→ **Prompt**:
Down to the last line, output the records below exactly.

(Beginning of Stored data)

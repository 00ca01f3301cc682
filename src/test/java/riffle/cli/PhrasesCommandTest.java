package riffle.cli;

import static org.junit.jupiter.api.Assertions.assertEquals;
import static org.junit.jupiter.api.Assertions.assertTrue;

import com.fasterxml.jackson.databind.JsonNode;
import java.nio.file.Path;
import org.junit.jupiter.api.BeforeAll;
import org.junit.jupiter.api.Test;
import org.junit.jupiter.api.io.TempDir;

/** {@code riffle phrases} on the demo project, through the real command line. */
class PhrasesCommandTest {
  @TempDir static Path dir;
  static String project;

  @BeforeAll
  static void demo() {
    CliTest.Run run = CliTest.riffle("demo", "--dir", dir.toString(), "--no-serve", "--json");
    assertEquals(0, run.code(), run.err());
    project = dir.resolve("demo.riffle").toString();
  }

  @Test
  void givesPhrasesAndClustersWithTheFixedKeys() throws Exception {
    CliTest.Run run =
        CliTest.riffle(
            "phrases", "--project", project, "--question", "2", "--limit", "10", "--json");
    assertEquals(0, run.code(), run.err());
    JsonNode json = run.json();
    assertEquals(10, json.get("phrases").size());
    JsonNode first = json.get("phrases").get(0);
    for (String key : new String[] {"phrase", "answers", "score", "variants", "examples"}) {
      assertTrue(first.has(key), key);
    }
    assertTrue(first.get("answers").asInt() >= 3);
    String example = first.get("examples").get(0).get("text").asText();
    assertTrue(!example.contains("@example."), "examples are masked: " + example);
    assertTrue(json.get("clusters").size() > 0, "themes that travel together");
    JsonNode cluster = json.get("clusters").get(0);
    assertTrue(cluster.has("phrases") && cluster.has("answers") && cluster.has("query"));
  }

  @Test
  void aWaveTheProjectLacksIsBadInputNamingItsOption() {
    CliTest.Run run =
        CliTest.riffle("phrases", "--project", project, "--wave", "Wave 3", "--against", "Wave 9");
    assertEquals(2, run.code(), run.err());
    assertTrue(
        run.err()
            .startsWith("riffle: --against: no wave named \"Wave 9\"; the waves are Pilot, Wave 1"),
        run.err());
    CliTest.Run question = CliTest.riffle("phrases", "--project", project, "--question", "7");
    assertEquals(2, question.code(), question.err());
    assertTrue(question.err().startsWith("riffle: --question: no question \"7\""), question.err());
  }

  @Test
  void showsTheSiteChangeAsAFallInWaveThree() throws Exception {
    JsonNode keyness =
        CliTest.riffle(
                "phrases",
                "--project",
                project,
                "--question",
                "1",
                "--wave",
                "Wave 3",
                "--against",
                "Wave 2",
                "--json")
            .json()
            .get("keyness");
    boolean fell = false;
    for (JsonNode k : keyness) {
      if (k.get("phrase").asText().toLowerCase(java.util.Locale.ROOT).contains("arrive")
          && k.get("direction").asText().equals("less")
          && k.get("p").asDouble() < 0.01) {
        fell = true;
      }
    }
    assertTrue(fell, "a delivery-date phrase falls in Wave 3: " + keyness);
    for (JsonNode k : keyness) {
      boolean clear = k.get("p_adjusted").asDouble() < 0.05;
      assertEquals(
          clear, !k.get("verdict").asText().equals("no clear change"), "a direction is earned");
    }
    CliTest.Run text =
        CliTest.riffle(
            "phrases",
            "--project",
            project,
            "--question",
            "1",
            "--wave",
            "Wave 3",
            "--against",
            "Wave 2");
    assertTrue(text.out().contains("adjusted p="), text.out());
    assertTrue(text.out().contains("only where the adjusted p is under 0.05"), text.out());
  }

  @Test
  void anUnknownQuestionExitsTwoAndListsThem() {
    CliTest.Run run = CliTest.riffle("phrases", "--project", project, "--question", "7");
    assertEquals(2, run.code());
    assertTrue(run.err().contains("1 = What almost stopped you from ordering?"), run.err());
  }
}
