package riffle.cli;

import static org.junit.jupiter.api.Assertions.assertEquals;
import static org.junit.jupiter.api.Assertions.assertFalse;
import static org.junit.jupiter.api.Assertions.assertTrue;

import com.fasterxml.jackson.databind.JsonNode;
import java.nio.charset.StandardCharsets;
import java.nio.file.Files;
import java.nio.file.Path;
import org.junit.jupiter.api.BeforeEach;
import org.junit.jupiter.api.Test;
import org.junit.jupiter.api.io.TempDir;

/** {@code riffle report} and {@code riffle export} on a small coded project. */
class ReportCommandTest {
  @TempDir Path dir;
  String project;

  @BeforeEach
  void importCodedWave() {
    project = dir.resolve("shop.riffle").toString();
    CliTest.Run run =
        CliTest.riffle(
            "import",
            "--project",
            project,
            "--file",
            CliTest.fixture("two-questions.csv").toString(),
            "--wave",
            "Wave 1");
    assertEquals(0, run.code(), run.err());
  }

  @Test
  void reportJsonHasTheContractKeysAndSaysTheBaseIsSmall() throws Exception {
    CliTest.Run run = CliTest.riffle("report", "--project", project, "--question", "1", "--json");
    assertEquals(0, run.code(), run.err());
    JsonNode q = run.json().get("questions").get(0);
    assertEquals("What almost stopped you from ordering?", q.get("question").asText());
    assertTrue(q.get("bases").get("Wave 1").asInt() > 0);
    JsonNode code = q.get("codes").get(0);
    for (String key : new String[] {"code", "parent", "waves"}) {
      assertTrue(code.has(key), key + " in " + code);
    }
    JsonNode share = code.get("waves").get("Wave 1");
    for (String key : new String[] {"count", "base", "share", "ci"}) {
      assertTrue(share.has(key), key + " in " + share);
    }
    assertTrue(share.get("small_base").asBoolean(), "a base under 30 is flagged");
    for (String key : new String[] {"changes", "cooccurrence", "saturation"}) {
      assertTrue(q.has(key), key);
    }
    CliTest.Run text = CliTest.riffle("report", "--project", project);
    assertTrue(text.out().contains("* small base"), text.out());
  }

  @Test
  void exportsWriteMaskedTextAndNeutraliseFormulas() throws Exception {
    Path html = dir.resolve("r.html");
    assertEquals(
        0, CliTest.riffle("report", "--project", project, "--html", html.toString()).code());
    assertTrue(Files.readString(html, StandardCharsets.UTF_8).contains("<svg"));
    Path csv = dir.resolve("coded.csv");
    CliTest.Run run =
        CliTest.riffle(
            "export",
            "--project",
            project,
            "--what",
            "coded",
            "--format",
            "csv",
            "--out",
            csv.toString(),
            "--bom");
    assertEquals(0, run.code(), run.err());
    byte[] bytes = Files.readAllBytes(csv);
    assertEquals((byte) 0xEF, bytes[0]);
    String text = new String(bytes, StandardCharsets.UTF_8);
    assertTrue(text.contains("delivery date unclear"), text);
    assertFalse(text.contains("\n-,"), "a cell starting with - is neutralised");
    CliTest.Run bad =
        CliTest.riffle(
            "export",
            "--project",
            project,
            "--what",
            "coded",
            "--format",
            "html",
            "--out",
            csv.toString());
    assertEquals(2, bad.code());
    assertTrue(bad.err().contains("written as csv"), bad.err());
    for (String f : new String[] {"csv", "json", "md"}) {
      Path out = dir.resolve("book." + f);
      assertEquals(
          0,
          CliTest.riffle(
                  "export",
                  "--project",
                  project,
                  "--what",
                  "codebook",
                  "--format",
                  f,
                  "--out",
                  out.toString())
              .code());
      assertTrue(Files.readString(out, StandardCharsets.UTF_8).contains("warranty doubts"));
    }
  }
}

(End of Stored data)

→ **Reply to the exercise**:
repository 00ca01f3301cc682
filename src/test/java/riffle/cli/PhrasesCommandTest.java
package riffle.cli;

import static org.junit.jupiter.api.Assertions.assertEquals;
import static org.junit.jupiter.api.Assertions.assertTrue;

import com.fasterxml.jackson.databind.JsonNode;
import java.nio.file.Path;
import org.junit.jupiter.api.BeforeAll;
import org.junit.jupiter.api.Test;
import org.junit.jupiter.api.io.TempDir;

/** {@code riffle phrases} on the demo project, through the real command line. */
class PhrasesCommandTest {
  @TempDir static Path dir;
  static String project;

  @BeforeAll
  static void demo() {
    CliTest.Run run = CliTest.riffle("demo", "--dir", dir.toString(), "--no-serve", "--json");
    assertEquals(0, run.code(), run.err());
    project = dir.resolve("demo.riffle").toString();
  }

  @Test
  void givesPhrasesAndClustersWithTheFixedKeys() throws Exception {
    CliTest.Run run =
        CliTest.riffle(
            "phrases", "--project", project, "--question", "2", "--limit", "10", "--json");
    assertEquals(0, run.code(), run.err());
    JsonNode json = run.json();
    assertEquals(10, json.get("phrases").size());
    JsonNode first = json.get("phrases").get(0);
    for (String key : new String[] {"phrase", "answers", "score", "variants", "examples"}) {
      assertTrue(first.has(key), key);
    }
    assertTrue(first.get("answers").asInt() >= 3);
    String example = first.get("examples").get(0).get("text").asText();
    assertTrue(!example.contains("@example."), "examples are masked: " + example);
    assertTrue(json.get("clusters").size() > 0, "themes that travel together");
    JsonNode cluster = json.get("clusters").get(0);
    assertTrue(cluster.has("phrases") && cluster.has("answers") && cluster.has("query"));
  }

  @Test
  void aWaveTheProjectLacksIsBadInputNamingItsOption() {
    CliTest.Run run =
        CliTest.riffle("phrases", "--project", project, "--wave", "Wave 3", "--against", "Wave 9");
    assertEquals(2, run.code(), run.err());
    assertTrue(
        run.err()
            .startsWith("riffle: --against: no wave named \"Wave 9\"; the waves are Pilot, Wave 1"),
        run.err());
    CliTest.Run question = CliTest.riffle("phrases", "--project", project, "--question", "7");
    assertEquals(2, question.code(), question.err());
    assertTrue(question.err().startsWith("riffle: --question: no question \"7\""), question.err());
  }

  @Test
  void showsTheSiteChangeAsAFallInWaveThree() throws Exception {
    JsonNode keyness =
        CliTest.riffle(
                "phrases",
                "--project",
                project,
                "--question",
                "1",
                "--wave",
                "Wave 3",
                "--against",
                "Wave 2",
                "--json")
            .json()
            .get("keyness");
    boolean fell = false;
    for (JsonNode k : keyness) {
      if (k.get("phrase").asText().toLowerCase(java.util.Locale.ROOT).contains("arrive")
          && k.get("direction").asText().equals("less")
          && k.get("p").asDouble() < 0.01) {
        fell = true;
      }
    }
    assertTrue(fell, "a delivery-date phrase falls in Wave 3: " + keyness);
    for (JsonNode k : keyness) {
      boolean clear = k.get("p_adjusted").asDouble() < 0.05;
      assertEquals(
          clear, !k.get("verdict").asText().equals("no clear change"), "a direction is earned");
    }
    CliTest.Run text =
        CliTest.riffle(
            "phrases",
            "--project",
            project,
            "--question",
            "1",
            "--wave",
            "Wave 3",
            "--against",
            "Wave 2");
    assertTrue(text.out().contains("adjusted p="), text.out());
    assertTrue(text.out().contains("only where the adjusted p is under 0.05"), text.out());
  }

  @Test
  void anUnknownQuestionExitsTwoAndListsThem() {
    CliTest.Run run = CliTest.riffle("phrases", "--project", project, "--question", "7");
    assertEquals(2, run.code());
    assertTrue(run.err().contains("1 = What almost stopped you from ordering?"), run.err());
  }
}
package riffle.cli;

import static org.junit.jupiter.api.Assertions.assertEquals;
import static org.junit.jupiter.api.Assertions.assertFalse;
import static org.junit.jupiter.api.Assertions.assertTrue;

import com.fasterxml.jackson.databind.JsonNode;
import java.nio.charset.StandardCharsets;
import java.nio.file.Files;
import java.nio.file.Path;
import org.junit.jupiter.api.BeforeEach;
import org.junit.jupiter.api.Test;
import org.junit.jupiter.api.io.TempDir;

/** {@code riffle report} and {@code riffle export} on a small coded project. */
class ReportCommandTest {
  @TempDir Path dir;
  String project;

  @BeforeEach
  void importCodedWave() {
    project = dir.resolve("shop.riffle").toString();
    CliTest.Run run =
        CliTest.riffle(
            "import",
            "--project",
            project,
            "--file",
            CliTest.fixture("two-questions.csv").toString(),
            "--wave",
            "Wave 1");
    assertEquals(0, run.code(), run.err());
  }

  @Test
  void reportJsonHasTheContractKeysAndSaysTheBaseIsSmall() throws Exception {
    CliTest.Run run = CliTest.riffle("report", "--project", project, "--question", "1", "--json");
    assertEquals(0, run.code(), run.err());
    JsonNode q = run.json().get("questions").get(0);
    assertEquals("What almost stopped you from ordering?", q.get("question").asText());
    assertTrue(q.get("bases").get("Wave 1").asInt() > 0);
    JsonNode code = q.get("codes").get(0);
    for (String key : new String[] {"code", "parent", "waves"}) {
      assertTrue(code.has(key), key + " in " + code);
    }
    JsonNode share = code.get("waves").get("Wave 1");
    for (String key : new String[] {"count", "base", "share", "ci"}) {
      assertTrue(share.has(key), key + " in " + share);
    }
    assertTrue(share.get("small_base").asBoolean(), "a base under 30 is flagged");
    for (String key : new String[] {"changes", "cooccurrence", "saturation"}) {
      assertTrue(q.has(key), key);
    }
    CliTest.Run text = CliTest.riffle("report", "--project", project);
    assertTrue(text.out().contains("* small base"), text.out());
  }

  @Test
  void exportsWriteMaskedTextAndNeutraliseFormulas() throws Exception {
    Path html = dir.resolve("r.html");
    assertEquals(
        0, CliTest.riffle("report", "--project", project, "--html", html.toString()).code());
    assertTrue(Files.readString(html, StandardCharsets.UTF_8).contains("<svg"));
    Path csv = dir.resolve("coded.csv");
    CliTest.Run run =
        CliTest.riffle(
            "export",
            "--project",
            project,
            "--what",
            "coded",
            "--format",
            "csv",
            "--out",
            csv.toString(),
            "--bom");
    assertEquals(0, run.code(), run.err());
    byte[] bytes = Files.readAllBytes(csv);
    assertEquals((byte) 0xEF, bytes[0]);
    String text = new String(bytes, StandardCharsets.UTF_8);
    assertTrue(text.contains("delivery date unclear"), text);
    assertFalse(text.contains("\n-,"), "a cell starting with - is neutralised");
    CliTest.Run bad =
        CliTest.riffle(
            "export",
            "--project",
            project,
            "--what",
            "coded",
            "--format",
            "html",
            "--out",
            csv.toString());
    assertEquals(2, bad.code());
    assertTrue(bad.err().contains("written as csv"), bad.err());
    for (String f : new String[] {"csv", "json", "md"}) {
      Path out = dir.resolve("book." + f);
      assertEquals(
          0,
          CliTest.riffle(
                  "export",
                  "--project",
                  project,
                  "--what",
                  "codebook",
                  "--format",
                  f,
                  "--out",
                  out.toString())
              .code());
      assertTrue(Files.readString(out, StandardCharsets.UTF_8).contains("warranty doubts"));
    }
  }
}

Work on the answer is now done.